**TASK DETAILS:**
Copy each line of the records that includes "circuitRevision".

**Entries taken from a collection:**
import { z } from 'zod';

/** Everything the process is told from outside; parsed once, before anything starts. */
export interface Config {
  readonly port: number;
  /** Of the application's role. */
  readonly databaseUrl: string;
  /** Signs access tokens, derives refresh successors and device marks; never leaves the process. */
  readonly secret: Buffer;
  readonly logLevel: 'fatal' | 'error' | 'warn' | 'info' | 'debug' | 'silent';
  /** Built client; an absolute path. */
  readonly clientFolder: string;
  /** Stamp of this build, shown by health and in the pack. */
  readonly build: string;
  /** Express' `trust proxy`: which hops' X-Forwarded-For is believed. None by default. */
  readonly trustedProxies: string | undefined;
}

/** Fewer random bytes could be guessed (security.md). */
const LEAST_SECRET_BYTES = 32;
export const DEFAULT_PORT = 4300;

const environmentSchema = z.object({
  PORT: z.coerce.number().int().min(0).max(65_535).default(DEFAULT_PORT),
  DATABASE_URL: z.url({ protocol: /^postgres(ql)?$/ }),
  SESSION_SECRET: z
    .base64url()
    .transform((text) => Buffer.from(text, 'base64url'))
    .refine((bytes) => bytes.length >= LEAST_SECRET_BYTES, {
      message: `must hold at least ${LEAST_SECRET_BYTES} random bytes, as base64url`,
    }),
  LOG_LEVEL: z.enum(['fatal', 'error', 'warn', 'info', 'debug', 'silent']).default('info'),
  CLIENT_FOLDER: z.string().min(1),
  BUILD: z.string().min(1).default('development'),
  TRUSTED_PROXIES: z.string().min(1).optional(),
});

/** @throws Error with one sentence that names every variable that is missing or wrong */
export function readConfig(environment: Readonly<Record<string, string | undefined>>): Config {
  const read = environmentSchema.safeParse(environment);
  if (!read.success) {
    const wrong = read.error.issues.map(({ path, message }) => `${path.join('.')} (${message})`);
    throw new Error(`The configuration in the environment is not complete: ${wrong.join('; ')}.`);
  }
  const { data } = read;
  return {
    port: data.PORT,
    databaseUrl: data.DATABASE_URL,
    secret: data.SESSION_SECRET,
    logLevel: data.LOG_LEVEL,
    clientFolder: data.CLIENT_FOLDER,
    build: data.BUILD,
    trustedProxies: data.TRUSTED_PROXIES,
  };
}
--
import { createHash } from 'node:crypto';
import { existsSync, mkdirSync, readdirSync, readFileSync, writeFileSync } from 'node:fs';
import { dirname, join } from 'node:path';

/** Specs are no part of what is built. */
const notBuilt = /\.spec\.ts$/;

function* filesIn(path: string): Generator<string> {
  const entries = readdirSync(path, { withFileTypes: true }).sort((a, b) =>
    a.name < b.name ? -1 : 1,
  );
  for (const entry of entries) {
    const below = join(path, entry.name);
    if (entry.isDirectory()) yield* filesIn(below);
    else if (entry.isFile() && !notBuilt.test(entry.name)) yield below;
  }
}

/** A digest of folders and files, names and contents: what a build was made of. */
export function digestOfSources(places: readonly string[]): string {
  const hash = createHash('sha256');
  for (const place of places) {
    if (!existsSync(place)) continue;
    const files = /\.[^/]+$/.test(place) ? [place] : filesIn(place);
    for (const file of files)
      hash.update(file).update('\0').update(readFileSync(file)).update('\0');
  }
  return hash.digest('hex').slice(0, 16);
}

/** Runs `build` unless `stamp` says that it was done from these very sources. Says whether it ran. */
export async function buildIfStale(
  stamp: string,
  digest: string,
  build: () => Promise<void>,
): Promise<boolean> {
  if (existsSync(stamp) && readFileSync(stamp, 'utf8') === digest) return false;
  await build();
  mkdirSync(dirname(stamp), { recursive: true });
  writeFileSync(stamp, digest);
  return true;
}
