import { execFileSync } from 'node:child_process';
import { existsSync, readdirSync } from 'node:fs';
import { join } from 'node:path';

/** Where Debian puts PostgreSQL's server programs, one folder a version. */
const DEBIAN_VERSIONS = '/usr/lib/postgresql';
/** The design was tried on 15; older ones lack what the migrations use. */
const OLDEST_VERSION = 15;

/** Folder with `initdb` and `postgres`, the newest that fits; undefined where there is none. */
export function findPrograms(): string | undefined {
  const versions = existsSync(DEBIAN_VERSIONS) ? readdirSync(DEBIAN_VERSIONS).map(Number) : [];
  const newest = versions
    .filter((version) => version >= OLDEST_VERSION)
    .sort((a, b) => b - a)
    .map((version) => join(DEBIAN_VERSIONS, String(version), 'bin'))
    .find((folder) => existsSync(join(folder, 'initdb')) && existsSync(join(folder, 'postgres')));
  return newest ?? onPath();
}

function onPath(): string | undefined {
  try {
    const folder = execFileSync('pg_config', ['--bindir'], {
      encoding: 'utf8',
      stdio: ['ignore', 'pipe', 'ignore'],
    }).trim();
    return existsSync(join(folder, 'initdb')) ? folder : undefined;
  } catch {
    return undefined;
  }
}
--
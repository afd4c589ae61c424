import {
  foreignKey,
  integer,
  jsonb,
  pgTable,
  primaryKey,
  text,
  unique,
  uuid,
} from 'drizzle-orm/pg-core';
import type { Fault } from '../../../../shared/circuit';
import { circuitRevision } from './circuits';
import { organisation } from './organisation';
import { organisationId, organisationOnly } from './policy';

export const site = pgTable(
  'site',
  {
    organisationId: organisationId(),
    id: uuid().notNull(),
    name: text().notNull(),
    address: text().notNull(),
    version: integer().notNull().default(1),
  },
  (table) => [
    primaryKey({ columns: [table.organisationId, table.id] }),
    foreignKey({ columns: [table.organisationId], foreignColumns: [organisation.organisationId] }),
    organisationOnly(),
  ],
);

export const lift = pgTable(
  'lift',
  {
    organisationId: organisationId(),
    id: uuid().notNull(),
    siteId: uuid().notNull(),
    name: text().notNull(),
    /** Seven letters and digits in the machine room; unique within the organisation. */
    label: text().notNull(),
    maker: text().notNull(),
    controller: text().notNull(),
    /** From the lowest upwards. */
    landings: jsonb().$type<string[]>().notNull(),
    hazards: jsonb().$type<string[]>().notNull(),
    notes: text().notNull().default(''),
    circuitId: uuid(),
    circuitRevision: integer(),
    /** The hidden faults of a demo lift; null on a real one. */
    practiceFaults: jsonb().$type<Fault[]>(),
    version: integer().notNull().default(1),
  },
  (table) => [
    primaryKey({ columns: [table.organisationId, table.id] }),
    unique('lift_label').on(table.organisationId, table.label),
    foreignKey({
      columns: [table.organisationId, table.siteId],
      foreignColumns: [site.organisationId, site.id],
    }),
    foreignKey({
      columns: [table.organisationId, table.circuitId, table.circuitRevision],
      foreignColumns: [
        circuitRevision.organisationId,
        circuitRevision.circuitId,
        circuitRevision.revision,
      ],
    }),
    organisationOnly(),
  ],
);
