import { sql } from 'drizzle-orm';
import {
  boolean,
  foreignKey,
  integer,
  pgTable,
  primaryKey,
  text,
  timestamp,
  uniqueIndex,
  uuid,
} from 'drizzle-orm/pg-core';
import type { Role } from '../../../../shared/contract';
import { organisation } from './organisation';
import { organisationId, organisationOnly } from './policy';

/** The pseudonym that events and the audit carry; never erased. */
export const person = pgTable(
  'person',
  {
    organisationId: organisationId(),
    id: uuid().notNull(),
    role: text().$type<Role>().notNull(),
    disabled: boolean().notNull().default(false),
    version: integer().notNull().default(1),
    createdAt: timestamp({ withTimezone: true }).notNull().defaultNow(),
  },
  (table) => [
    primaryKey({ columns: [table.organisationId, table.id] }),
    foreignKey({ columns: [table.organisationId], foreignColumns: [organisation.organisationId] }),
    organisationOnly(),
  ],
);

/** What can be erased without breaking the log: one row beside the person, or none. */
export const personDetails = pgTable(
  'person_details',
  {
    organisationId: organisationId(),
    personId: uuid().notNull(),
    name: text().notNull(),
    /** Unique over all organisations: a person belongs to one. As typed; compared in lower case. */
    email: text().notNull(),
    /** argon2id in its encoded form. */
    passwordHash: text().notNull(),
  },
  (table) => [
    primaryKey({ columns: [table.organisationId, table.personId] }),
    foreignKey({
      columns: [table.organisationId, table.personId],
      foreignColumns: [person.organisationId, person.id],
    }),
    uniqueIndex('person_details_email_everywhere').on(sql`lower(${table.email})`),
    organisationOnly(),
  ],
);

**SOLUTION TO THIS EXERCISE:**
import { circuitRevision } from './circuits';
    circuitRevision: integer(),
      columns: [table.organisationId, table.circuitId, table.circuitRevision],
        circuitRevision.organisationId,
        circuitRevision.circuitId,
        circuitRevision.revision,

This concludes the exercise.